Él se queda en silencio por un momento, reflexionado en si es prudente explicarle las razones de su decisión.
—¿Quizá mañana puedas…?
Ahora es Claudia quien niega.
—No, mañana debo ver a alguien —inventa apartándose un poco de él —. Pero no te preocupes. Ya tendremos tiempos de hablar.
Ríen. Están incómodos, asustados. Contienen el impulso de hablarse con franqueza, sin rodeos y formalidades. Pero ninguno da el primer paso. Intercambian un par de ideas sobre sitios de la ciudad, sobre algunos restaurantes, recuerdan viejos amigos y discuten superficialmente sus investigaciones más recientes, entonces simplemente se despiden con un beso en la mejilla.
La mujer vuelve al hotel, a la soledad de la habitación 366, al tiempo muerto, a las ventanas en la noche. No deja de fundirse en el aire mientras los minutos avanzan. De cierto modo, piensa que su paso por la ciudad termina aquí, con su mirada puesta ante un paisaje extraño, ante un pasado que ahora le parece impreciso y lejano. Durante los próximos dos días Lucas y Claudia volverán a verse, aunque no se acercarán el uno al otro. Evitarán estar juntos en los mismos auditorios, encontrarse en la cafetería del edificio o en los pasillos. Él escuchará la conferencia que ella dé, como ella ha escuchado la que él ha dado, y tomará notas y hará una pregunta al finalizar la intervención:
—¿Dónde pueden consultarse tus últimas obras audiovisuales?

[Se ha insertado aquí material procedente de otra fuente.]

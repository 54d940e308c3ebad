// Benchmark at survey scale (issue 15): ten invented sites with `rows` stored samples each (10 million at the
// default 1 000 000) in one database, loaded through the upload API (the bench log of bench/ingest.ts uploaded to
// each site's campaign: the same samples, ten campaigns). Then a fresh server process (a restart) is asked, as a
// person browsing would: the map (GET /api/sites with every site's short summary), then every site page (the
// site, its summary, its sample series), each summary again (warm), a 4-site comparison and again (warm), and its
// resident memory after all of that. Also the disk the samples take. Run through bench/run.ts
// (`npm run bench -- --only survey`), or alone: node_modules/.bin/tsx bench/survey.ts [rows].
import { spawn, type ChildProcess } from "node:child_process";
import { existsSync, mkdirSync, mkdtempSync, readdirSync, readFileSync, rmSync, statSync, writeFileSync } from "node:fs";
import { loadavg, tmpdir } from "node:os";
import { dirname, join } from "node:path";
import { fileURLToPath } from "node:url";
import { median } from "./childProcess.ts";
import { processCpuMs, waitForSnapshots } from "./compare.ts";
import { benchLog, freePort, peakRssMb, signInAsLead, uploadAndWait, waitForHealth } from "./ingest.ts";
import { serverCommand } from "../scripts/server-bundle.mjs";

const root = join(dirname(fileURLToPath(import.meta.url)), "..");
const serverDir = join(root, "apps/server");
const PASSWORD = "bench-password-1";
const SITES = 10;
const MONITOR = { apertureMm: 60, baselineMm: 200, wavelengthNm: 500, response: "z-tilt" as const };

function startServer(dataDir: string, port: number): ChildProcess {
  // One node process (tsx as a loader), so its /proc status is the server's own memory.
  return spawn(process.execPath, serverCommand().args, {
    cwd: serverDir,
    env: { ...process.env, PORT: String(port), HOST: "127.0.0.1", CALMCREST_DATA_DIR: dataDir, CALMCREST_SEED: "users", DEMO_PASSWORD: PASSWORD, NODE_ENV: "development" },
    stdio: ["ignore", "ignore", "inherit"],
  });
}

async function stopServer(server: ChildProcess): Promise<void> {
  if (server.exitCode !== null || server.signalCode !== null) return;
  const exited = new Promise((resolve) => server.once("exit", resolve));
  server.kill("SIGTERM");
  await exited;
}

/** Resident memory of a process now, in MB (VmRSS from /proc; Linux only). */
function rssMb(pid: number): number {
  const match = /VmRSS:\s+(\d+)\s+kB/.exec(readFileSync(`/proc/${pid}/status`, "utf8"));
  return match ? Number(match[1]) / 1024 : Number.NaN;
}

/** Bytes of the files directly in a directory whose names start with `prefix` (0 when none). */
function bytesOf(directory: string, prefix = ""): number {
  try {
    return readdirSync(directory)
      .filter((name) => name.startsWith(prefix))
      .reduce((sum, name) => sum + statSync(join(directory, name)).size, 0);
  } catch {
    return 0;
  }
}

/** Ten sites with a campaign each, the bench log uploaded to every campaign; waits for each ingest and its column snapshot. */
async function loadSites(base: string, rows: number): Promise<{ siteIds: number[]; campaignIds: number[]; stored: number; ingestS: number[] }> {
  const logPath = await benchLog(rows);
  const { headers, postJson: json } = await signInAsLead(base, PASSWORD);
  const siteIds: number[] = [];
  const campaignIds: number[] = [];
  const ingestS: number[] = [];
  let stored = 0;
  for (let index = 0; index < SITES; index += 1) {
    // Invented ridges a few kilometres apart.
    const site = await json("/api/sites", { name: `Survey Ridge ${index + 1}`, latitude: -27.4 - index * 0.03, longitude: -70.1 - index * 0.02, elevationM: 2500 + index * 20 });
    const campaign = await json(`/api/sites/${site.id}/campaigns`, { name: `Survey Ridge ${index + 1} mast`, monitor: MONITOR });
    const startedMs = performance.now();
    stored += await uploadAndWait(base, headers, campaign.id, logPath, `survey-${index + 1}.csv`);
    ingestS.push((performance.now() - startedMs) / 1000);
    siteIds.push(site.id);
    campaignIds.push(campaign.id);
  }
  return { siteIds, campaignIds, stored, ingestS };
}

async function timedGet(base: string, path: string, headers: Record<string, string>): Promise<{ ms: number; body: unknown }> {
  const begin = performance.now();
  const response = await fetch(`${base}${path}`, { headers });
  if (!response.ok) throw new Error(`${path}: ${response.status} ${await response.text()}`);
  const body: unknown = await response.json();
  return { ms: performance.now() - begin, body };
}

/**
 * With `keepDataDir` (CALMCREST_BENCH_SURVEY_DATA_DIR) the loaded data directory is kept there and reused by the
 * next run with the same rows (what was loaded is kept in bench-survey.json beside the database).
 */
export async function run({ rows, keepDataDir = process.env.CALMCREST_BENCH_SURVEY_DATA_DIR }: { rows: number; runs?: number; keepDataDir?: string }): Promise<Record<string, number | string>> {
  const dataDir = keepDataDir ?? mkdtempSync(join(tmpdir(), "calmcrest-bench-survey-"));
  const loadedFile = join(dataDir, "bench-survey.json");
  try {
    let loaded: (Awaited<ReturnType<typeof loadSites>> & { rows?: number }) | null = null;
    if (keepDataDir !== undefined && existsSync(loadedFile)) {
      const kept = JSON.parse(readFileSync(loadedFile, "utf8")) as Awaited<ReturnType<typeof loadSites>> & { rows?: number };
      if (kept.rows === rows) loaded = kept;
      else rmSync(dataDir, { recursive: true, force: true });
    }
    if (loaded === null) {
      mkdirSync(dataDir, { recursive: true });
      const loadPort = await freePort();
      const loader = startServer(dataDir, loadPort);
      try {
        await waitForHealth(`http://127.0.0.1:${loadPort}`, loader, 60_000);
        loaded = { ...(await loadSites(`http://127.0.0.1:${loadPort}`, rows)), rows };
        await waitForSnapshots(dataDir, loaded.campaignIds, 300_000);
      } finally {
        await stopServer(loader);
      }
      if (keepDataDir !== undefined) writeFileSync(loadedFile, JSON.stringify(loaded));
    }
    const sites = loaded;
    const databaseBytes = bytesOf(dataDir, "calmcrest.sqlite");
    const snapshotBytes = bytesOf(join(dataDir, "cache", "columns"), "campaign-");

    // A restart: a fresh process, nothing of the samples in memory; the clock starts at the spawn.
    const port = await freePort();
    const base = `http://127.0.0.1:${port}`;
    const spawnedMs = performance.now();
    const server = startServer(dataDir, port);
    try {
      await waitForHealth(base, server, 60_000);
      const readyMs = performance.now() - spawnedMs;
      const { headers } = await signInAsLead(base, PASSWORD);
      const pid = server.pid ?? 0;
      const cpuBeforeMap = processCpuMs(pid);
      const map = await timedGet(base, "/api/sites", headers);
      const mapCpuMs = processCpuMs(pid) - cpuBeforeMap;
      const mapSinceSpawnMs = performance.now() - spawnedMs;
      const listed = map.body as { id: number; summary: { samples: number } | null }[];
      const withSummary = listed.filter((site) => sites.siteIds.includes(site.id) && site.summary !== null).length;
      const mapWarm = await timedGet(base, "/api/sites", headers);
      // Every site page as the web app opens it: the site, its summary, its sample series.
      const firstSummaryMs: number[] = [];
      const firstSeriesMs: number[] = [];
      const firstSummaryCpuMs: number[] = [];
      for (const siteId of sites.siteIds) {
        await timedGet(base, `/api/sites/${siteId}`, headers);
        const cpuBefore = processCpuMs(pid);
        firstSummaryMs.push((await timedGet(base, `/api/sites/${siteId}/summary`, headers)).ms);
        firstSummaryCpuMs.push(processCpuMs(pid) - cpuBefore);
        firstSeriesMs.push((await timedGet(base, `/api/sites/${siteId}/samples`, headers)).ms);
      }
      const rssAfterPagesMb = rssMb(server.pid ?? 0);
      const warmSummaryMs: number[] = [];
      for (let round = 0; round < 3; round += 1) for (const siteId of sites.siteIds) warmSummaryMs.push((await timedGet(base, `/api/sites/${siteId}/summary`, headers)).ms);
      const four = sites.siteIds.slice(0, 4).join(",");
      const cpuBeforeComparison = processCpuMs(pid);
      const comparisonFirst = await timedGet(base, `/api/comparisons?sites=${four}`, headers);
      const comparisonCpuMs = processCpuMs(pid) - cpuBeforeComparison;
      const comparisonWarm: number[] = [];
      for (let index = 0; index < 5; index += 1) comparisonWarm.push((await timedGet(base, `/api/comparisons?sites=${four}`, headers)).ms);
      const rssEndMb = rssMb(server.pid ?? 0);
      const storedSamples = sites.stored;
      return {
        sites: SITES,
        storedSamplesPerSite: Math.round(storedSamples / SITES),
        storedSamplesTotal: storedSamples,
        ingestMedianS: Math.round(median(sites.ingestS) * 100) / 100,
        databaseMb: Math.round(databaseBytes / 2 ** 20),
        databaseBytesPerSample: Math.round(databaseBytes / storedSamples),
        snapshotsMb: Math.round(snapshotBytes / 2 ** 20),
        snapshotBytesPerSample: Math.round(snapshotBytes / storedSamples),
        restartToHealthyMs: Math.round(readyMs),
        mapFirstAnswerMs: Math.round(map.ms),
        mapFirstAnswerServerCpuMs: mapCpuMs,
        mapFirstAnswerSinceSpawnMs: Math.round(mapSinceSpawnMs),
        mapSitesWithSummary: withSummary,
        mapWarmMs: Math.round(mapWarm.ms),
        siteSummaryFirstMaxMs: Math.round(Math.max(...firstSummaryMs)),
        siteSummaryFirstMedianMs: Math.round(median(firstSummaryMs)),
        siteSummaryFirstServerCpuMedianMs: median(firstSummaryCpuMs),
        siteSeriesFirstMaxMs: Math.round(Math.max(...firstSeriesMs)),
        siteSummaryWarmMaxMs: Math.round(Math.max(...warmSummaryMs)),
        siteSummaryWarmMedianMs: Math.round(median(warmSummaryMs)),
        comparison4FirstMs: Math.round(comparisonFirst.ms),
        comparison4FirstServerCpuMs: comparisonCpuMs,
        comparison4WarmMedianMs: Math.round(median(comparisonWarm)),
        serverRssAfterMapAndPagesMb: Math.round(rssAfterPagesMb),
        serverRssEndMb: Math.round(rssEndMb),
        serverPeakRssMb: Math.round(peakRssMb(server.pid ?? 0)),
        loadAverage1Min: Number(loadavg()[0]?.toFixed(1)),
        runAt: new Date().toISOString(),
      };
    } finally {
      await stopServer(server);
    }
  } finally {
    if (keepDataDir === undefined) rmSync(dataDir, { recursive: true, force: true });
  }
}

// Run alone: node_modules/.bin/tsx bench/survey.ts [rows]
if (process.argv[1] && fileURLToPath(import.meta.url) === process.argv[1]) {
  console.log(await run({ rows: Number(process.argv[2] ?? 1_000_000) }));
}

Es una pregunta vacía. Claudia acercará el micrófono, le dará una respuesta corta, ambigua, su voz vacilará, y ese será el último contacto que tengan. La mujer volverá al hotel. Se preguntará si ha hecho algo mal. Esperará una última llamada. Esperará. Esperará. Después alistará la maleta y finalmente tomará un taxi. En las calles y autopistas evitará fijarse en la ciudad. Está segura que de no fijarse en ella difícilmente la recordará.
Más tarde, al empezar a arrastrar su equipaje sobre el piso del aeropuerto, sentirá que está punto de desmayarse y se sujetará del pasamanos de unas escaleras. No pedirá ayuda ni tomará sus pastillas. Tras unos minutos se recompondrá, hasta que en la sala de abordaje vuelvan las náuseas, el desequilibrio, vuelvan las manos húmedas, el dolor de cabeza, Bangkok, las tardes en el Palacio Suan Pakkad, y finalmente se convenza, echándose a reír, de que ha llegado la última edad de la nostalgia.